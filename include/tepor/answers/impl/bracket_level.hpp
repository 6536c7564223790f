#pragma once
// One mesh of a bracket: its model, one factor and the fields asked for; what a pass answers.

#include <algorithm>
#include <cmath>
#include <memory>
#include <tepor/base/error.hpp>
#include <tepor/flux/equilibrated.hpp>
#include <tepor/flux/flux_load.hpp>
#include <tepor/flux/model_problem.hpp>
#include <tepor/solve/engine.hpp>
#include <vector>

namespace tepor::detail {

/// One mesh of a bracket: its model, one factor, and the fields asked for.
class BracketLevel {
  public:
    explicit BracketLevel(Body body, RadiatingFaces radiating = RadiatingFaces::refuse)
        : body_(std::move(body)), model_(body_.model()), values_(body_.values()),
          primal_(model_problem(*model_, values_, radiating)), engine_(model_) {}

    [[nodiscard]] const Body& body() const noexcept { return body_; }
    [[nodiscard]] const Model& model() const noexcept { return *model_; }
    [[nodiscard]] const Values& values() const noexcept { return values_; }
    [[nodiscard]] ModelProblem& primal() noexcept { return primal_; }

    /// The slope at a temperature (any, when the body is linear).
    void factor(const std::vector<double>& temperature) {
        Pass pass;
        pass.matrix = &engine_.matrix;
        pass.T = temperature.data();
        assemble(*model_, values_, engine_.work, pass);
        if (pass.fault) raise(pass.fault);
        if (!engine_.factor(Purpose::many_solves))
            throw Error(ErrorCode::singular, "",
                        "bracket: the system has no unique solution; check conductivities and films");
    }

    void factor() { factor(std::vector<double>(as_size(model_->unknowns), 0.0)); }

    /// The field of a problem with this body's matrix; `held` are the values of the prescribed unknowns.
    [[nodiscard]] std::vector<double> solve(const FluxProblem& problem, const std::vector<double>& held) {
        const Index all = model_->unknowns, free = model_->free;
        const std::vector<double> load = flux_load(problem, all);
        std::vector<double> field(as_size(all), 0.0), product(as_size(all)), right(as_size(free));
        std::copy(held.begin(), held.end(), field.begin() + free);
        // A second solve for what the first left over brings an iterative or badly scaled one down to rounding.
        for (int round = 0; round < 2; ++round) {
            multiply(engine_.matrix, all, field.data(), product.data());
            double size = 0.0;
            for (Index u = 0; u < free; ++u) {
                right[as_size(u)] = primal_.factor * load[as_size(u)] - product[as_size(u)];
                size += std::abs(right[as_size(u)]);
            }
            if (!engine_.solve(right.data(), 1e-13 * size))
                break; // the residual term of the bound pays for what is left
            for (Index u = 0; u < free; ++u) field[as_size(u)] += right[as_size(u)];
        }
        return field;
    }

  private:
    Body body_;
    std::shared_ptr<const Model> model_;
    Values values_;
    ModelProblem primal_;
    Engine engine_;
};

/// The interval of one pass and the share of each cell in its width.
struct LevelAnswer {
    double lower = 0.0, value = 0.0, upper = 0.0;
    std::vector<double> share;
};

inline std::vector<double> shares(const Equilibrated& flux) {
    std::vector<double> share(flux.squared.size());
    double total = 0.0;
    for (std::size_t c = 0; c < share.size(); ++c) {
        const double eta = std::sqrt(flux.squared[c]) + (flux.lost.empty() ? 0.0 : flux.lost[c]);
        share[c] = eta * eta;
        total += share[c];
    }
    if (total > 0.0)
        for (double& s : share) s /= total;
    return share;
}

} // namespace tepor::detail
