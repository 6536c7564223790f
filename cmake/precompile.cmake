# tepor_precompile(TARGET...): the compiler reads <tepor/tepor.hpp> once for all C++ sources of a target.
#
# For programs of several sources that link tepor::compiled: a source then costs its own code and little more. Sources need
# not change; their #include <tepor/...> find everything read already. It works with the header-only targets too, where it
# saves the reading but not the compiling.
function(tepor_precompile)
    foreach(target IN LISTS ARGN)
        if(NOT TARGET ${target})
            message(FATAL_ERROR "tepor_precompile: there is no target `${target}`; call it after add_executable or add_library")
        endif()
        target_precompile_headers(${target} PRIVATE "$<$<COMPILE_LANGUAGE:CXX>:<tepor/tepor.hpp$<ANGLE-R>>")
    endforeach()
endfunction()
· · · ·
### THE TASK
Nothing but the exact lines from the start of the material through the line holding "explicit BracketLevel(Body body, RadiatingFaces", both included, belongs in the answer.

### TASK RESPONSE
filename include/tepor/answers/impl/bracket_level.hpp
repository 6536c7564223790f
#pragma once
// One mesh of a bracket: its model, one factor and the fields asked for; what a pass answers.

#include <algorithm>
#include <cmath>
#include <memory>
#include <tepor/base/error.hpp>
#include <tepor/flux/equilibrated.hpp>
#include <tepor/flux/flux_load.hpp>
#include <tepor/flux/model_problem.hpp>
#include <tepor/solve/engine.hpp>
#include <vector>

namespace tepor::detail {

/// One mesh of a bracket: its model, one factor, and the fields asked for.
class BracketLevel {
  public:
    explicit BracketLevel(Body body, RadiatingFaces radiating = RadiatingFaces::refuse)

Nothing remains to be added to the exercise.